### PROMPT
Which lines in the data below contain the word "digit"? Return each of them.

### TASK MATERIAL
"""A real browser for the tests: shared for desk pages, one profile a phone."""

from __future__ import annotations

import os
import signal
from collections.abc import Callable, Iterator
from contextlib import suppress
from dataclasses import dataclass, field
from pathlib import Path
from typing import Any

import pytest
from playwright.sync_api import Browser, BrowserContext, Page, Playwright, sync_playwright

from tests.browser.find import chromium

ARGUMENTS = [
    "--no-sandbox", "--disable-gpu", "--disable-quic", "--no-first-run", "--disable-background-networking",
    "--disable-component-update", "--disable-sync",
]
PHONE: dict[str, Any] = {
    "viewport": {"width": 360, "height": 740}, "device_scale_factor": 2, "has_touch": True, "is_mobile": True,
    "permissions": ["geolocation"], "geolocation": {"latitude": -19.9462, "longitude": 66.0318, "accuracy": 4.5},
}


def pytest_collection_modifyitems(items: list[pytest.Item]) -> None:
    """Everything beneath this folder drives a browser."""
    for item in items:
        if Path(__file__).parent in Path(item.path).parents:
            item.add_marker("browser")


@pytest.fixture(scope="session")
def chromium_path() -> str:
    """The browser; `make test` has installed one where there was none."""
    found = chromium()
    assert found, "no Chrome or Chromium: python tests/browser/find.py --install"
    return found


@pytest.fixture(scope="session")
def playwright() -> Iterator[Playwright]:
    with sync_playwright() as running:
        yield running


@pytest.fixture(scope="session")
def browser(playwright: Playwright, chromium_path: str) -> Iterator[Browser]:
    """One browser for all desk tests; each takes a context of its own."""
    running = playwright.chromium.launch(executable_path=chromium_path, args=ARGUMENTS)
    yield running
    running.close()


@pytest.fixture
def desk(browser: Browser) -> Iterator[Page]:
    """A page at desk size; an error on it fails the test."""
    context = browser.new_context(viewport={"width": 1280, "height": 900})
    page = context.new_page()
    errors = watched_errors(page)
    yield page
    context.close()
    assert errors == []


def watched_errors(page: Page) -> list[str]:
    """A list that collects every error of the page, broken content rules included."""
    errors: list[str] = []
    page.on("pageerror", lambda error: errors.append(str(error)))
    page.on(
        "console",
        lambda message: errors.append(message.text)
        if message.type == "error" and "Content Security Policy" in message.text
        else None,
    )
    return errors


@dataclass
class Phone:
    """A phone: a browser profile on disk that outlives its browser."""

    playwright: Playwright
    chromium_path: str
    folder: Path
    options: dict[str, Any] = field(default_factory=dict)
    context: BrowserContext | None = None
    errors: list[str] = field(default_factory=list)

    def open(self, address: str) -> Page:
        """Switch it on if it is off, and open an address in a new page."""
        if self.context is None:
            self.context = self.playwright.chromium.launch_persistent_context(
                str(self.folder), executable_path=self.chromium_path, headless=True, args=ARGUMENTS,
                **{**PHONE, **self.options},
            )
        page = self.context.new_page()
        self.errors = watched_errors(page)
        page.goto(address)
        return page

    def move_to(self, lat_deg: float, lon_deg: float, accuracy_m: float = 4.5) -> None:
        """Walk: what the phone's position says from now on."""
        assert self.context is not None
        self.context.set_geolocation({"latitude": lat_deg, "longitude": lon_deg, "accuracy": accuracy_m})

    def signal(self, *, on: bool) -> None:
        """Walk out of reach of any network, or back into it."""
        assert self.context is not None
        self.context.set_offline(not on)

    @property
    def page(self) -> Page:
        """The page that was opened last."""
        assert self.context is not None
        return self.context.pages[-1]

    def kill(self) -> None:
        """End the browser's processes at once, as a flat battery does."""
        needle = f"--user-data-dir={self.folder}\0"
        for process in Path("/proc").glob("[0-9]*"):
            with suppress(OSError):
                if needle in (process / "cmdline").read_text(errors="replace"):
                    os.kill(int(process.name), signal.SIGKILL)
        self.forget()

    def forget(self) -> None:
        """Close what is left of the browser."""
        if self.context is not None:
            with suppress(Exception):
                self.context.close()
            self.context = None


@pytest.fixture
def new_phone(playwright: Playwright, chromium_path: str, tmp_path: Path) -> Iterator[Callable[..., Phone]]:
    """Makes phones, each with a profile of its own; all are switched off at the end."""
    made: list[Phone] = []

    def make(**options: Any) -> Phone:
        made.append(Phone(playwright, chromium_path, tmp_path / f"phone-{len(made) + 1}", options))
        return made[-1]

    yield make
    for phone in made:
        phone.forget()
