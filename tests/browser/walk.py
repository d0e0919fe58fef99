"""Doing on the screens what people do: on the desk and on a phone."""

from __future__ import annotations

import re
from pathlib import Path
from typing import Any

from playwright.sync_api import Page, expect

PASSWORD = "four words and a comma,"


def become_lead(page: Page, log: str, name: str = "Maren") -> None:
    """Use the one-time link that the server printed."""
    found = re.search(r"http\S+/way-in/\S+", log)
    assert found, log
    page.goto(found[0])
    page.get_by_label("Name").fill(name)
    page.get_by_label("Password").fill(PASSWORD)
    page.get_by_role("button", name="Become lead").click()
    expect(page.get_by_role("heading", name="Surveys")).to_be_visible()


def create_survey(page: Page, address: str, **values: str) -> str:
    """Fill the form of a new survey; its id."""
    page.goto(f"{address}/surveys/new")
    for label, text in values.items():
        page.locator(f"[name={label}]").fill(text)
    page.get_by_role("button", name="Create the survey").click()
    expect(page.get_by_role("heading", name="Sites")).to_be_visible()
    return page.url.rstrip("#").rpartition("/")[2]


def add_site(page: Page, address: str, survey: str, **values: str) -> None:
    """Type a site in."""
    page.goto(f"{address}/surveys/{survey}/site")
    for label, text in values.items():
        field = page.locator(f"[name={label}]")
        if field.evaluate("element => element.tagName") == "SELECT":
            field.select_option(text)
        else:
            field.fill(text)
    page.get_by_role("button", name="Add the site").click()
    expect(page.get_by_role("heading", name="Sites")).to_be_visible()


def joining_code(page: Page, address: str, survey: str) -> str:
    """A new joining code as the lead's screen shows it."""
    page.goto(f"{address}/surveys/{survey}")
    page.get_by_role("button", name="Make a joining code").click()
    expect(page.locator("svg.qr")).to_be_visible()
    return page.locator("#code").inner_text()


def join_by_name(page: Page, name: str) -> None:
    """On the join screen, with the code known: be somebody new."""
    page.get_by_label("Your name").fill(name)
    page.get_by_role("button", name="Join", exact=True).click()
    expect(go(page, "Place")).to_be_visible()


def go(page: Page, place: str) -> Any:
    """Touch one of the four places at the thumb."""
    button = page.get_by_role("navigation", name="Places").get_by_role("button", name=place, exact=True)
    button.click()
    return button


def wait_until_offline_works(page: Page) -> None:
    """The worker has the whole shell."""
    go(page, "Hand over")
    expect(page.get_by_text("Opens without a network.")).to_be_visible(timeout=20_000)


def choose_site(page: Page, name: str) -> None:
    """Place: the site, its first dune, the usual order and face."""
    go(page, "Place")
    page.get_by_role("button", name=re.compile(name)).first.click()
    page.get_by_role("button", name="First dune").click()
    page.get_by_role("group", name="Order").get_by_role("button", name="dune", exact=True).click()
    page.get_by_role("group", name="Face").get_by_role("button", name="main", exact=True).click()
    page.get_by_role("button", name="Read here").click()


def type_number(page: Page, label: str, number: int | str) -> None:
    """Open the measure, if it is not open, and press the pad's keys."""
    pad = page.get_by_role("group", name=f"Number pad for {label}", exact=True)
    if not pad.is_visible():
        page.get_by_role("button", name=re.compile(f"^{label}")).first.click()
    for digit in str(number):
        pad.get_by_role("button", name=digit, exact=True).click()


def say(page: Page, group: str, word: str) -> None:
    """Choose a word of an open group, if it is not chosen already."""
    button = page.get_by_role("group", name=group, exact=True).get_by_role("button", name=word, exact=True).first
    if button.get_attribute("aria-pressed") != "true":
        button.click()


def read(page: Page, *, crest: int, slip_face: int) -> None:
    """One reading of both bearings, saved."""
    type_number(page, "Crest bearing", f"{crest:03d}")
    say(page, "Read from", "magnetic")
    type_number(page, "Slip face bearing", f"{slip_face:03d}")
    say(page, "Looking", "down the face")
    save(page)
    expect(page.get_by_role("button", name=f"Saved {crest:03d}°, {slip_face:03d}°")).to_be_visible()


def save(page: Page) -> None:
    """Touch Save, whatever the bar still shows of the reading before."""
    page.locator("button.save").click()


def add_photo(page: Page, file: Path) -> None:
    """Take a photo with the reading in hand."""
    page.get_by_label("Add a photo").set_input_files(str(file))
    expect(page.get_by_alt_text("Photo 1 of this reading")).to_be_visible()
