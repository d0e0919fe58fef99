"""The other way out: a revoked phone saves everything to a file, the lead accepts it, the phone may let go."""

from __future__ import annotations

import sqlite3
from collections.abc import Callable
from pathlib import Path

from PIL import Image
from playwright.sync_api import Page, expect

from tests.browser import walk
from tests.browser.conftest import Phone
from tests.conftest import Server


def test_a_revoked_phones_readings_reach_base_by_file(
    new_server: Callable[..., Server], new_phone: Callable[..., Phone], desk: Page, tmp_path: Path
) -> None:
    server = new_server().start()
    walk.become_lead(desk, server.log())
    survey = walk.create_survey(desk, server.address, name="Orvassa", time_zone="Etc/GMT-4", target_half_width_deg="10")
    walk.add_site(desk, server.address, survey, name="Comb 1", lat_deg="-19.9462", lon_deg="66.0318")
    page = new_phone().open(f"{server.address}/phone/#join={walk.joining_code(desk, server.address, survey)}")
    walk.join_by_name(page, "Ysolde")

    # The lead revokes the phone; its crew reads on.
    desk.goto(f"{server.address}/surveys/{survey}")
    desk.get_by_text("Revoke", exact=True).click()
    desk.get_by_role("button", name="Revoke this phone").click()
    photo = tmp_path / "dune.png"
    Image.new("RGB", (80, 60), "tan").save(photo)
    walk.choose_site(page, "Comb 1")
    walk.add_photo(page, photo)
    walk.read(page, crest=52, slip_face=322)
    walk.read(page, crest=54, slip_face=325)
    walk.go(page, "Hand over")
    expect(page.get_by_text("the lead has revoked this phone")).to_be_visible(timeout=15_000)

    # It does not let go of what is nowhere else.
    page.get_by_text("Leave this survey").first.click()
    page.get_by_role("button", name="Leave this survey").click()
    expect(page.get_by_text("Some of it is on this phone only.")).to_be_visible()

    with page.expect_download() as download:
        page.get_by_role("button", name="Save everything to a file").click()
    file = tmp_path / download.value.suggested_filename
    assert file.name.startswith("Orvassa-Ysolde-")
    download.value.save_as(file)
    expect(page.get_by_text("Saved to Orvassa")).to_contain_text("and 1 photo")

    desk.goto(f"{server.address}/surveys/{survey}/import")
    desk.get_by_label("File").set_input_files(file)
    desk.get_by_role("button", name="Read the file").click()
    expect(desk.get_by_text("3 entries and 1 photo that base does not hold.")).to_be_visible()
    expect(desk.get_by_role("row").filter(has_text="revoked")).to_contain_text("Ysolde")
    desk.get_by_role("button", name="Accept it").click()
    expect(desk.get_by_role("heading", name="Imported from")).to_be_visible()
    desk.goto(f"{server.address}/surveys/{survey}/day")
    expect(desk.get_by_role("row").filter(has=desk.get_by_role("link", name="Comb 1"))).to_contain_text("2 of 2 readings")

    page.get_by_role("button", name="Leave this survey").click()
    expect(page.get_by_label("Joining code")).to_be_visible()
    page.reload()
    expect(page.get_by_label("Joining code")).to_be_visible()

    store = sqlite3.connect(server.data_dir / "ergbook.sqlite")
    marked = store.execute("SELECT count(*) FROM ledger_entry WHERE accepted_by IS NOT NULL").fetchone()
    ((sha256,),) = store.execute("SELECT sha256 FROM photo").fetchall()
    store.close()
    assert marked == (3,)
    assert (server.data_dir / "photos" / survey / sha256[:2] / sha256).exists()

### RESPONSE TO THE EXERCISE
    for digit in str(number):
        pad.get_by_role("button", name=digit, exact=True).click()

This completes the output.